> **Work request**
The lines below starting at the line containing "if (!row) throw" and ending at the line containing "if (used.changes !== 1)" are to be repeated exactly, with both ends kept and nothing else added.

Records from a dataset
== == ==

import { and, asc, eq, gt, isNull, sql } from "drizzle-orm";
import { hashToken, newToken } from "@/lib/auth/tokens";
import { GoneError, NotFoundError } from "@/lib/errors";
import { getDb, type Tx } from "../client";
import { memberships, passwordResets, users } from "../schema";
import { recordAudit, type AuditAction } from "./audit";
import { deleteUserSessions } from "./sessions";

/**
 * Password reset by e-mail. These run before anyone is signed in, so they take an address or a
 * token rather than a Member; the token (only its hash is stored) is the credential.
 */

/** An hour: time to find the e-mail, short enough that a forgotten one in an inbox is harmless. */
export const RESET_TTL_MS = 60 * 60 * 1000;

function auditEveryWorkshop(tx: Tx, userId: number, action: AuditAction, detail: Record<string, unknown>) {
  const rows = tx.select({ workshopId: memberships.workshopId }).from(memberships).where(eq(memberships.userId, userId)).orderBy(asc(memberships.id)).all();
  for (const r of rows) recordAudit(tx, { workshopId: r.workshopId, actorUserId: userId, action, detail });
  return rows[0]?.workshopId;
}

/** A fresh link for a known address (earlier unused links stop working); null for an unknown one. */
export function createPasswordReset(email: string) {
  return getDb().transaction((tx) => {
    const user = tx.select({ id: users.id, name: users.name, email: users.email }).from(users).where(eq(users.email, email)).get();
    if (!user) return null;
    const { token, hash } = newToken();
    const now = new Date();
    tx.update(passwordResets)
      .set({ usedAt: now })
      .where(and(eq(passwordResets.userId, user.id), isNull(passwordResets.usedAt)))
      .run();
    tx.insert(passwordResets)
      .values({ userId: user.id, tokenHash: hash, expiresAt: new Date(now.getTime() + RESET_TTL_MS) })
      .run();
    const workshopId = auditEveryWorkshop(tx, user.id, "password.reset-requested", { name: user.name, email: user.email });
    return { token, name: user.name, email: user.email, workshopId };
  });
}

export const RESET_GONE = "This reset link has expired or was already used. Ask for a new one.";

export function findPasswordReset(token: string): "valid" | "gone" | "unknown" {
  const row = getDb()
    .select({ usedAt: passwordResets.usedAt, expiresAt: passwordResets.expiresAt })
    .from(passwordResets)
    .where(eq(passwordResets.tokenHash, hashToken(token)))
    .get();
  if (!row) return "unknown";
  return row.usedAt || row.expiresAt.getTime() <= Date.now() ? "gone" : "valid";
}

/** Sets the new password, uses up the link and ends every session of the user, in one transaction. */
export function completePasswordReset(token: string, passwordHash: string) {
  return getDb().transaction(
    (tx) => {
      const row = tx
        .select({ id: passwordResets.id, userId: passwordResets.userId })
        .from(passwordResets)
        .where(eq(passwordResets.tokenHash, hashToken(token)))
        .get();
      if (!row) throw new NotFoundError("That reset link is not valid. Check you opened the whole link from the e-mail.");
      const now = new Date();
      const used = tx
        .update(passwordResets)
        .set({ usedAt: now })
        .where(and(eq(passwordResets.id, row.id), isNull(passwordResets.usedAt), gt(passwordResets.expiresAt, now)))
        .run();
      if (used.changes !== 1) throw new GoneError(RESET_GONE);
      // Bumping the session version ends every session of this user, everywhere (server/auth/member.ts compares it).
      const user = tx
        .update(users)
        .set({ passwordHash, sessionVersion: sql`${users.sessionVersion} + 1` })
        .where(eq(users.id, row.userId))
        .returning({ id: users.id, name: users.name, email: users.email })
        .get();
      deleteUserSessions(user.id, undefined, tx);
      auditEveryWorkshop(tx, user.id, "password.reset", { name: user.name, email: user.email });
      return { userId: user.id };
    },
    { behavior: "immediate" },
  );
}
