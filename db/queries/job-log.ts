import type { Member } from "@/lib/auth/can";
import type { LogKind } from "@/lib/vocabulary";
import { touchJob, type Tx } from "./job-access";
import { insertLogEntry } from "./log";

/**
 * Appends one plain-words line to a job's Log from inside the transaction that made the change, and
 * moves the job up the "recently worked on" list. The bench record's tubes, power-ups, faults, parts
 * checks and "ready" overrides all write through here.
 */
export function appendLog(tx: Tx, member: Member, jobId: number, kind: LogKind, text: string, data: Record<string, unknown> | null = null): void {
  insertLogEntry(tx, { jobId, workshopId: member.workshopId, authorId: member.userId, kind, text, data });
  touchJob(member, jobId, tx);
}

== == ==

> **Response**
      if (!row) throw new NotFoundError("That reset link is not valid. Check you opened the whole link from the e-mail.");
      const now = new Date();
      const used = tx
        .update(passwordResets)
        .set({ usedAt: now })
        .where(and(eq(passwordResets.id, row.id), isNull(passwordResets.usedAt), gt(passwordResets.expiresAt, now)))
        .run();
      if (used.changes !== 1) throw new GoneError(RESET_GONE);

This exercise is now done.